# Survival > Foraging & Wild Edibles >  Common wild plant in my area, cannot identify in popular books

## oscarafone

Hi all,

I registered to post this question on the forum. (Nice to meet you all.) I was wondering if anyone knew anything about this plant that I find growing in my area, Atlanta, Georgia. I found it growing among woodsorrel plants and chickweed (see photos.)

Thanks a lot for any help.

IMG_0652.jpg

IMG_0655.jpg

IMG_0654-1.jpg

----------


## cow_rancher

What does it taste like?

*Rancher*

----------


## crashdive123

I'm not sure by the look, but I'm sure that one of our members will know and be along to tell you.

----------


## Fixit

Can't identify that 1 . That said I bet it taste pepperery . It just looks like a cress .

----------


## Rick

What does it taste like? I hope that was a joke. Never put anything in your mouth that you can't positively identify. 

That does look like a cress...but not quite. At least to me. If no one can identify it then take it to your county extension office. They should be able to assist you in identifying it.

----------


## hunter63

Hunter63 saying Hey and Welcome....From Wisconsin.

I wouldn't taste it either, until I knew what it was .....
Looks like a type of crest to me as well....?

But...

Positive ID is difficult from a picture of just a part of a plant.
You mention location of Atlanta, Georgia...and a couple of companion plants..
Woods sorrel grows everywhere.....as does chickweed....From Purdo Bay, Al to Key West, Fl.  

Few more questions that may help to narrow it down
Sun ?....Shade?...Wet/dry.....(looking up companions will help),...
Soil type?....Clay, loam, sand, etc.?

This is a picture or just a part of a plant......How tall?.....ground creeper? 
What at time of year was pic. taken? (assume late fall?)?.....Mature plants look different than immature plants....many times.

Any flowers or seed pods?...Biggie at certain times of the year. 

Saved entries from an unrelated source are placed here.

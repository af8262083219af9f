//! Reading what the user brings: the pasted or dropped table, the columns and groups a design
//! needs, typed counts, and the design a table's shape suggests.

pub mod columns;
pub mod counts;
pub mod outline;
pub mod suggest;
pub mod table;
pub mod text;
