//! The one error type of the engine, and the progress of a long run.
//!
//! An error carries a kind, a message that says what is wrong and what to do, and, where it
//! applies, the line and the column of the table, so that each face can point at the cell.

use serde::{Deserialize, Serialize};

/// What kind of problem stopped a run.
#[derive(Clone, Copy, Debug, PartialEq, Eq, Serialize, Deserialize)]
#[serde(rename_all = "kebab-case")]
pub enum ErrorKind {
    /// The text cannot be read as a table (empty, ragged, an unterminated quote).
    Table,
    /// A column is missing, or of the wrong kind for its role.
    Column,
    /// A cell holds something the analysis cannot use.
    Value,
    /// The data do not fit the design (too few values, one group only, no variation).
    Data,
    /// A setting is out of range or the settings contradict each other.
    Settings,
    /// The request or file is in a format version this build does not read.
    Version,
    /// A share link or a saved file is damaged or is not an analysis.
    Link,
    /// The work or memory the request needs is more than the bound.
    Limit,
    /// The caller asked to stop.
    Cancelled,
}

/// Why a run produced no report.
#[derive(Clone, Debug, PartialEq, Serialize, Deserialize)]
pub struct Error {
    /// What kind of problem.
    pub kind: ErrorKind,
    /// What is wrong and what to do, in a sentence or two.
    pub message: String,
    /// The line of the pasted text, where one cell or row is at fault (1-based).
    #[serde(default, skip_serializing_if = "Option::is_none")]
    pub line: Option<u64>,
    /// The column, where one column is at fault.
    #[serde(default, skip_serializing_if = "Option::is_none")]
    pub column: Option<String>,
}

impl Error {
    /// An error of this kind with this message.
    pub fn new(kind: ErrorKind, message: impl Into<String>) -> Error {
        Error {
            kind,
            message: message.into(),
            line: None,
            column: None,
        }
    }

    /// A problem with the data.
    pub fn data(message: impl Into<String>) -> Error {
        Error::new(ErrorKind::Data, message)
    }

    /// A problem with the settings.
    pub fn settings(message: impl Into<String>) -> Error {
        Error::new(ErrorKind::Settings, message)
    }

    /// The run was stopped.
    pub fn cancelled() -> Error {
        Error::new(ErrorKind::Cancelled, "The analysis was stopped.")
    }

    /// The same error, pointing at a line of the table.
    pub fn at_line(mut self, line: u64) -> Error {
        self.line = Some(line);
        self
    }

    /// The same error, pointing at a column of the table.
    pub fn in_column(mut self, column: impl Into<String>) -> Error {
        self.column = Some(column.into());
        self
    }

    /// Whether the run was stopped rather than failed.
    pub fn is_cancelled(&self) -> bool {
        self.kind == ErrorKind::Cancelled
    }
}

impl std::fmt::Display for Error {
    fn fmt(&self, f: &mut std::fmt::Formatter<'_>) -> std::fmt::Result {
        f.write_str(&self.message)
    }
}

impl std::error::Error for Error {}

/// What a long run is doing.
#[derive(Clone, Debug, PartialEq, Serialize, Deserialize)]
#[serde(tag = "stage", rename_all = "kebab-case")]
pub enum Stage {
    /// Reading and checking a large table (no count of done: `done` and `total` are 0).
    Reading {
        /// Characters of the table.
        characters: u64,
    },
    /// Relabelling the values (two groups, k groups, strata).
    Relabelling,
    /// Flipping the signs of differences (paired, one sample).
    SignPatterns,
    /// Re-pairing y with x (association).
    Pairings,
    /// Summing the exact distribution of a 2×2 table.
    ExactTest,
    /// Bootstrap resampling.
    Bootstrap,
    /// A follow-up comparison of k groups.
    Comparison {
        /// Which one (1-based).
        index: usize,
        /// Of how many.
        of: usize,
    },
    /// Simulated studies at one sample size (planning).
    Simulation {
        /// The sample size.
        n: u64,
        /// Sizes evaluated so far.
        sizes: usize,
    },
    /// Simulated studies while searching for the smallest detectable effect (planning).
    Detectable {
        /// The sample size.
        n: u64,
        /// The effect tried.
        effect: f64,
    },
}

/// A step of a long run, for progress display.
#[derive(Clone, Debug, PartialEq, Serialize, Deserialize)]
pub struct Progress {
    /// What is being done.
    #[serde(flatten)]
    pub stage: Stage,
    /// How much of it is done.
    pub done: u64,
    /// How much there is.
    pub total: u64,
    /// The p-value so far, in a run of random relabellings.
    #[serde(default, skip_serializing_if = "Option::is_none")]
    pub running: Option<Running>,
    /// The statistics so far, binned, for a figure that fills in while the run goes.
    #[serde(default, skip_serializing_if = "Option::is_none")]
    pub sketch: Option<Sketch>,
}

/// The resampled statistics of a run so far, in equal bins over a range fixed by the first
/// block (values beyond it fall in the end bins), with the observed value or estimate.
#[derive(Clone, Debug, PartialEq, Serialize, Deserialize)]
pub struct Sketch {
    pub low: f64,
    pub high: f64,
    pub counts: Vec<u64>,
    #[serde(default, skip_serializing_if = "Option::is_none")]
    pub mark: Option<f64>,
}

/// The Monte Carlo p-value of the relabellings drawn so far, (b + 1)/(m + 1), with its 99%
/// interval: what a run would report if it ended here.
#[derive(Clone, Copy, Debug, PartialEq, Serialize, Deserialize)]
pub struct Running {
    /// Relabellings at least as extreme as the observed one so far (b).
    pub extreme: u64,
    pub p: f64,
    pub low: f64,
    pub high: f64,
}

/// Callback for progress; return false to stop the run.
pub type ProgressFn<'a> = &'a mut dyn FnMut(&Progress) -> bool;
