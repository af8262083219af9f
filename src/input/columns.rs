//! Finding the two groups in a table, with specific messages for every way it can fail.

use serde::{Deserialize, Serialize};

use crate::base::Note;

use crate::base::{Error, ErrorKind};
use crate::input::table::{self, Column, ColumnKind, Table};
use crate::num::stats;

/// Where the two groups are in the table.
#[derive(Clone, Debug, PartialEq, Serialize, Deserialize)]
#[serde(tag = "kind", rename_all = "kebab-case")]
pub enum Layout {
    /// Decide from the column types.
    Detect,
    /// One numeric column and one column of group labels.
    Long { value: String, group: String },
    /// One column per group.
    Wide { columns: Vec<String> },
}

/// Two groups of numbers ready for analysis.
#[derive(Clone, Debug)]
pub struct TwoGroups {
    pub names: [String; 2],
    pub a: Vec<f64>,
    pub b: Vec<f64>,
    pub layout: Layout,
    /// What the values are (the value column's name in long format).
    pub value_label: String,
    pub notes: Vec<Note>,
    /// The offset subtracted from every value (0 when none was): see [`shift_values`].
    pub shift: f64,
}

/// Subtracts the offset the values share when it dwarfs their spread
/// ([`stats::common_offset`]), so that sums, means and SDs lose no digits; notes it. The
/// designs add the offset back to the centres and ranges they report; differences,
/// statistics and intervals of differences are unchanged by it.
pub fn shift_values(groups: &mut [&mut Vec<f64>], notes: &mut Vec<Note>) -> f64 {
    let c = stats::common_offset(groups.iter().flat_map(|g| g.iter()));
    if c != 0.0 {
        for g in groups.iter_mut() {
            for v in g.iter_mut() {
                *v -= c;
            }
        }
        notes.push(Note::ValuesShifted { by: c });
    }
    c
}

fn err<T>(s: String) -> Result<T, Error> {
    Err(Error::data(s))
}

fn quoted_list(items: &[String]) -> String {
    items
        .iter()
        .map(|s| format!("\"{s}\""))
        .collect::<Vec<_>>()
        .join(", ")
}

/// Guesses the layout from the column types.
pub fn detect_layout(table: &Table) -> Result<Layout, Error> {
    let numeric: Vec<&Column> = table
        .columns
        .iter()
        .filter(|c| matches!(c.kind, ColumnKind::Number | ColumnKind::NumberWithText))
        .collect();
    let labels: Vec<&Column> = table
        .columns
        .iter()
        .filter(|c| c.kind == ColumnKind::Label)
        .collect();
    match (numeric.len(), labels.len()) {
        (0, _) => err(
            "No column holds numbers. Paste the measurements themselves, one value per cell."
                .into(),
        ),
        (1, 0) => err(format!(
            "Only one column of numbers (\"{}\") and no column saying which group each row \
             belongs to. Add a column of group labels, or put each group in its own column.",
            numeric[0].name
        )),
        (_, 0) => Ok(Layout::Wide {
            columns: vec![numeric[0].name.clone(), numeric[1].name.clone()],
        }),
        _ => Ok(Layout::Long {
            value: numeric[0].name.clone(),
            group: labels[0].name.clone(),
        }),
    }
}

/// Values of a numeric column with the group label of each row; the levels in order of
/// first appearance.
pub struct Labelled {
    pub levels: Vec<String>,
    /// (row index in the table, level index, value) for every row with both (16 bytes a
    /// row: tables hold at most 2^32 rows).
    pub rows: Vec<(u32, u32, f64)>,
}

impl Labelled {
    /// The values of each level, in level order (each list made at its final size).
    pub fn by_level(&self) -> Vec<Vec<f64>> {
        let mut sizes = vec![0usize; self.levels.len()];
        for &(_, l, _) in &self.rows {
            sizes[l as usize] += 1;
        }
        let mut out: Vec<Vec<f64>> = sizes.into_iter().map(Vec::with_capacity).collect();
        for &(_, l, v) in &self.rows {
            out[l as usize].push(v);
        }
        out
    }
}

/// Reads a value column and a label column (long format), noting blank cells, decimal
/// commas and values without a label.
pub fn labelled_values(
    table: &Table,
    value: &str,
    group: &str,
    notes: &mut Vec<Note>,
) -> Result<Labelled, Error> {
    if value == group {
        return err(format!(
            "The same column (\"{value}\") was chosen for the values and the groups. \
             Choose a different column for each."
        ));
    }
    let vcol = table.column(value)?;
    let gcol = table.column(group)?;
    let nums = vcol.numbers(table.decimal_comma)?;
    nums.push_notes(value, notes);
    if nums.decimal_commas > 0 {
        notes.push(Note::DecimalCommas {
            column: value.to_string(),
            count: nums.decimal_commas,
        });
    }
    let mut levels: Vec<String> = Vec::new();
    // Label → its index, so that thousands of labels are found in linear time.
    let mut index: std::collections::HashMap<&str, usize> = std::collections::HashMap::new();
    let mut unlabelled: Vec<u64> = Vec::new();
    // Made in the numbers' own memory (an in-place collect: same size and alignment).
    let rows: Vec<(u32, u32, f64)> = nums
        .values
        .into_iter()
        .filter_map(|(i, v)| {
            let label = gcol.cell(i).text.trim();
            if label.is_empty() || table::is_spreadsheet_error(label) {
                unlabelled.push(gcol.cell(i).line);
                return None;
            }
            let li = *index.entry(label).or_insert_with(|| {
                levels.push(label.to_string());
                levels.len() - 1
            });
            Some((i as u32, li as u32, v))
        })
        .collect();
    if !unlabelled.is_empty() {
        notes.push(Note::Unlabelled {
            column: group.to_string(),
            count: unlabelled.len(),
            lines: unlabelled.iter().take(5).copied().collect(),
        });
    }
    if levels.is_empty() {
        return err(format!(
            "Column \"{group}\" has no group labels next to the values in \"{value}\"."
        ));
    }
    Ok(Labelled { levels, rows })
}

/// The values of a numeric column split by the label column (long format), as
/// [`labelled_values`] reads them but straight into one list per level, each made at its
/// final size (no list of rows: 8 bytes a value, for large tables); the levels in order of
/// first appearance.
pub fn labelled_groups(
    table: &Table,
    value: &str,
    group: &str,
    notes: &mut Vec<Note>,
) -> Result<(Vec<String>, Vec<Vec<f64>>), Error> {
    if value == group {
        return labelled_values(table, value, group, notes).map(|l| (l.levels, Vec::new()));
    }
    let vcol = table.column(value)?;
    let gcol = table.column(group)?;
    let mut levels: Vec<String> = Vec::new();
    let mut index: std::collections::HashMap<&str, usize> = std::collections::HashMap::new();
    // Row → level (u32::MAX: no label), and the rows of each level, from the label column.
    let mut level_of: Vec<u32> = Vec::with_capacity(gcol.len());
    let mut sizes: Vec<usize> = Vec::new();
    for c in gcol.cells() {
        let label = c.text.trim();
        if label.is_empty() || table::is_spreadsheet_error(label) {
            level_of.push(u32::MAX);
            continue;
        }
        let li = *index.entry(label).or_insert_with(|| {
            levels.push(label.to_string());
            sizes.push(0);
            levels.len() - 1
        });
        sizes[li] += 1;
        level_of.push(li as u32);
    }
    let mut out: Vec<Vec<f64>> = sizes.iter().map(|&n| Vec::with_capacity(n)).collect();
    // The first row of each level that holds a value: the levels' order.
    let mut first_row = vec![usize::MAX; levels.len()];
    let mut unlabelled: Vec<u64> = Vec::new();
    let mut unlabelled_count = 0usize;
    let nums = vcol.numbers_each(table.decimal_comma, &mut |i, v| match level_of[i] {
        u32::MAX => {
            unlabelled_count += 1;
            if unlabelled.len() < 5 {
                unlabelled.push(gcol.cell(i).line);
            }
        }
        li => {
            let li = li as usize;
            first_row[li] = first_row[li].min(i);
            out[li].push(v);
        }
    })?;
    drop(level_of);
    nums.push_notes(value, notes);
    if nums.decimal_commas > 0 {
        notes.push(Note::DecimalCommas {
            column: value.to_string(),
            count: nums.decimal_commas,
        });
    }
    if unlabelled_count > 0 {
        notes.push(Note::Unlabelled {
            column: group.to_string(),
            count: unlabelled_count,
            lines: unlabelled,
        });
    }
    // Levels in the order of their first row with a value; a level whose every row lacks a
    // value is not a group of values.
    let mut order: Vec<usize> = (0..levels.len())
        .filter(|&l| first_row[l] != usize::MAX)
        .collect();
    order.sort_by_key(|&l| first_row[l]);
    let mut named: Vec<Option<String>> = levels.into_iter().map(Some).collect();
    let mut lists: Vec<Option<Vec<f64>>> = out.into_iter().map(Some).collect();
    let levels: Vec<String> = order.iter().filter_map(|&l| named[l].take()).collect();
    let out: Vec<Vec<f64>> = order.iter().filter_map(|&l| lists[l].take()).collect();
    if levels.is_empty() {
        return err(format!(
            "Column \"{group}\" has no group labels next to the values in \"{value}\"."
        ));
    }
    Ok((levels, out))
}
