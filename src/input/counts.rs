//! Counts typed in for a yes/no comparison: "42/300, 61/310" or "control: 42/300; new: 61/310".

use serde::{Deserialize, Serialize};

/// One group's counts: `yes` of `n`.
#[derive(Clone, Debug, PartialEq, Serialize, Deserialize)]
#[serde(deny_unknown_fields)]
pub struct CountGroup {
    pub name: String,
    pub yes: u64,
    pub n: u64,
}

/// Reads counts typed as "42/300, 61/310", "42 of 300 vs 61 of 310" or
/// "control: 42/300; new: 61/310" (a name before ':' or '=').
pub fn parse_counts(text: &str) -> Result<Vec<CountGroup>, String> {
    let example = "Write each group as yes/total, for example \"42/300, 61/310\" or \
                   \"control: 42/300; new page: 61/310\".";
    let normalised = text
        .replace(" vs. ", ";")
        .replace(" vs ", ";")
        .replace('\n', ";");
    let parts: Vec<&str> = normalised
        .split([';', ','])
        .map(str::trim)
        .filter(|p| !p.is_empty())
        .collect();
    if parts.is_empty() {
        return Err(format!("No counts were given. {example}"));
    }
    let mut out = Vec::new();
    for (i, part) in parts.iter().enumerate() {
        // The counts never hold ':' or '=', so the name ends at the last one (a name may
        // hold them, e.g. "dose=10mg: 3/20").
        let (name, counts) = match part.rfind([':', '=']) {
            Some(at) => (part[..at].trim().to_string(), part[at + 1..].trim()),
            None => (String::new(), *part),
        };
        let pieces: Vec<&str> = if counts.contains('/') {
            counts.split('/').map(str::trim).collect()
        } else {
            counts.split(" of ").map(str::trim).collect()
        };
        let num = |s: &str| s.replace(['_', ' '], "").parse::<u64>().ok();
        let (yes, n) = match pieces.as_slice() {
            [y, n] => match (num(y), num(n)) {
                (Some(y), Some(n)) => (y, n),
                _ => {
                    return Err(format!(
                        "\"{part}\" is not a count of yes answers out of a total (whole \
                         numbers). {example}"
                    ))
                }
            },
            _ => {
                return Err(format!(
                    "\"{part}\" is not of the form yes/total. {example}"
                ))
            }
        };
        let name = if name.is_empty() {
            format!("group {}", i + 1)
        } else {
            name
        };
        if n == 0 {
            return Err(format!(
                "Group \"{name}\" has a total of 0; each group needs units."
            ));
        }
        if yes > n {
            return Err(format!(
                "Group \"{name}\" has {yes} yes answers out of {n}: the yes answers cannot \
                 outnumber the total. {example}"
            ));
        }
        out.push(CountGroup { name, yes, n });
    }
    if out.len() != 2 {
        return Err(format!(
            "{} group{} given; this comparison needs exactly two. {example}",
            out.len(),
            if out.len() == 1 { " was" } else { "s were" }
        ));
    }
    if out[0].name == out[1].name {
        return Err(format!(
            "Both groups are called \"{}\"; give them different names.",
            out[0].name
        ));
    }
    Ok(out)
}
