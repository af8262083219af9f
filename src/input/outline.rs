//! What the page shows and chooses from a table before any analysis: its columns and their
//! kinds, the first rows, the number of rows, each column's first labels, the layout found
//! and the design its shape suggests. Made in one reading of the table, so that the page can
//! have it made in a worker for a large table and stay responsive, and quickly from the
//! table's first lines while the rest is read.

use serde::{Deserialize, Serialize};

use crate::base::Error;
use crate::input::columns::{self, Layout};
use crate::input::suggest::{self, Suggestion};
use crate::input::table::{self, ColumnKind, HeaderChoice};

/// Rows the preview shows.
pub const PREVIEW_ROWS: usize = 6;

/// Distinct labels kept per column (the page offers the first 51 as groups).
pub const LABELS_KEPT: usize = 51;

/// A table as the page needs it before an analysis.
#[derive(Clone, Debug, PartialEq, Serialize, Deserialize)]
pub struct Outline {
    /// Column names and kinds.
    pub columns: Vec<(String, ColumnKind)>,
    /// The first rows, as typed.
    pub preview: Vec<Vec<String>>,
    /// Data rows.
    pub rows: usize,
    /// The separator found ("comma", "tab", "semicolon").
    pub delimiter: String,
    /// Whether the first row named the columns.
    pub header: bool,
    /// Each column's first distinct labels (trimmed, blanks left out), in order.
    pub labels: Vec<Vec<String>>,
    /// Where two groups are, as detected (none: no layout fits).
    pub layout: Option<Layout>,
    /// The design the table's shape suggests.
    pub suggestion: Option<Suggestion>,
    /// Whether this outline is of the table's first lines only (the rest being read).
    #[serde(default)]
    pub partial: bool,
}

impl Outline {
    /// The table's shape (column names and kinds), to notice when a different table arrives.
    pub fn shape(&self) -> String {
        self.columns
            .iter()
            .map(|(name, kind)| format!("{name}:{}", kind_key(kind)))
            .collect::<Vec<_>>()
            .join("|")
    }

    /// The first labels of column `name` (empty for an unknown column).
    pub fn labels_of(&self, name: &str) -> &[String] {
        self.columns
            .iter()
            .position(|c| c.0 == name)
            .and_then(|i| self.labels.get(i))
            .map_or(&[], |v| &v[..])
    }
}

/// A short key for a column kind.
pub fn kind_key(kind: &ColumnKind) -> &'static str {
    match kind {
        ColumnKind::Number => "numbers",
        ColumnKind::NumberWithText => "numbers (some text)",
        ColumnKind::Label => "labels",
        ColumnKind::Empty => "empty",
    }
}

/// The outline of a table.
pub fn outline(text: &str, header: HeaderChoice) -> Result<Outline, Error> {
    let t = table::parse(text, header)?;
    let labels = t
        .columns
        .iter()
        .map(|col| {
            let mut out: Vec<String> = Vec::new();
            for c in col.cells() {
                let l = c.text.trim();
                if !l.is_empty() && !out.iter().any(|o| o == l) {
                    out.push(l.to_string());
                    if out.len() >= LABELS_KEPT {
                        break;
                    }
                }
            }
            out
        })
        .collect();
    Ok(Outline {
        columns: t
            .columns
            .iter()
            .map(|c| (c.name.clone(), c.kind.clone()))
            .collect(),
        preview: (0..t.rows.min(PREVIEW_ROWS))
            .map(|r| {
                t.columns
                    .iter()
                    .map(|c| c.cell(r).text.to_string())
                    .collect()
            })
            .collect(),
        rows: t.rows,
        delimiter: table::delimiter_name(t.delimiter).to_string(),
        header: t.header,
        labels,
        layout: columns::detect_layout(&t).ok(),
        suggestion: suggest::suggest(&t),
        partial: false,
    })
}

/// The outline of a text's first `bytes` bytes, cut at a line's end (the whole text when it
/// is that short): what the page shows at once of a large paste while the rest is read.
pub fn outline_of_head(text: &str, header: HeaderChoice, bytes: usize) -> Result<Outline, Error> {
    if text.len() <= bytes {
        return outline(text, header);
    }
    let mut cut = bytes;
    while !text.is_char_boundary(cut) {
        cut -= 1;
    }
    let head = match text[..cut].rfind('\n') {
        Some(i) => &text[..=i],
        None => &text[..cut],
    };
    let mut o = outline(head, header)?;
    o.partial = true;
    Ok(o)
}

#[cfg(test)]
mod tests {
    use super::*;

    /// The outline says what the table holds: columns and kinds, first rows, row count,
    /// labels, layout and suggestion; a head outline of a longer text says it is partial and
    /// agrees on the columns.
    #[test]
    fn an_outline_holds_what_the_page_needs() {
        let mut text = String::from("yield,plot\n");
        for i in 0..200 {
            text.push_str(&format!(
                "{}.5,{}\n",
                10 + i % 7,
                if i % 2 == 0 { "east" } else { "west" }
            ));
        }
        let o = outline(&text, HeaderChoice::Detect).unwrap();
        assert_eq!(o.rows, 200);
        assert_eq!(
            o.columns,
            vec![
                ("yield".to_string(), ColumnKind::Number),
                ("plot".to_string(), ColumnKind::Label)
            ]
        );
        assert_eq!(o.preview.len(), PREVIEW_ROWS);
        assert_eq!(o.preview[1], vec!["11.5".to_string(), "west".to_string()]);
        assert_eq!(
            o.labels_of("plot"),
            ["east".to_string(), "west".to_string()]
        );
        assert_eq!(
            o.layout,
            Some(Layout::Long {
                value: "yield".into(),
                group: "plot".into()
            })
        );
        assert_eq!(
            o.suggestion.as_ref().map(|s| s.design.as_str()),
            Some("two-groups")
        );
        assert!(!o.partial);
        let head = outline_of_head(&text, HeaderChoice::Detect, 100).unwrap();
        assert!(head.partial && head.rows < 200);
        assert_eq!(head.columns, o.columns);
        assert_eq!(head.shape(), o.shape());
        // A cut inside a multi-byte character or without a line end still reads.
        let odd = "größe,gruppe\n1,ä\n2,ö\n";
        for b in 1..odd.len() {
            let _ = outline_of_head(odd, HeaderChoice::Detect, b);
        }
    }
}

Contacting local country agent or University Horticulture Dept.....is very helpful .

----------


## plantman60

Firsthand, I'd say buttercup family which means it's probably quite toxic.  Never go by the first two leaves, always look at the later leaves.  Hope this helps!

----------


## SwissBrit

Crush and smell guys..
Then rub on the back of your hand to see if you get a reaction.
Only then taste and only on your tongue  - no swallowing, have a bottle of water handy to wash your mouth out.
Bear in mind all of this only does is tell you if it has an acid or alkaline reaction, is it bitter or sweet.
IF IN DOUBT - SPIT IT OUT

In Europe theres a great book for Food for Free which covers most edible plants and points out the non edible and poisonous ones.
Surely theres such a book for the USA

----------


## hunter63

It would be nice if someone that makes these posts containing a couple of pic' of some plant......Would check back in and let people know what he/she found out.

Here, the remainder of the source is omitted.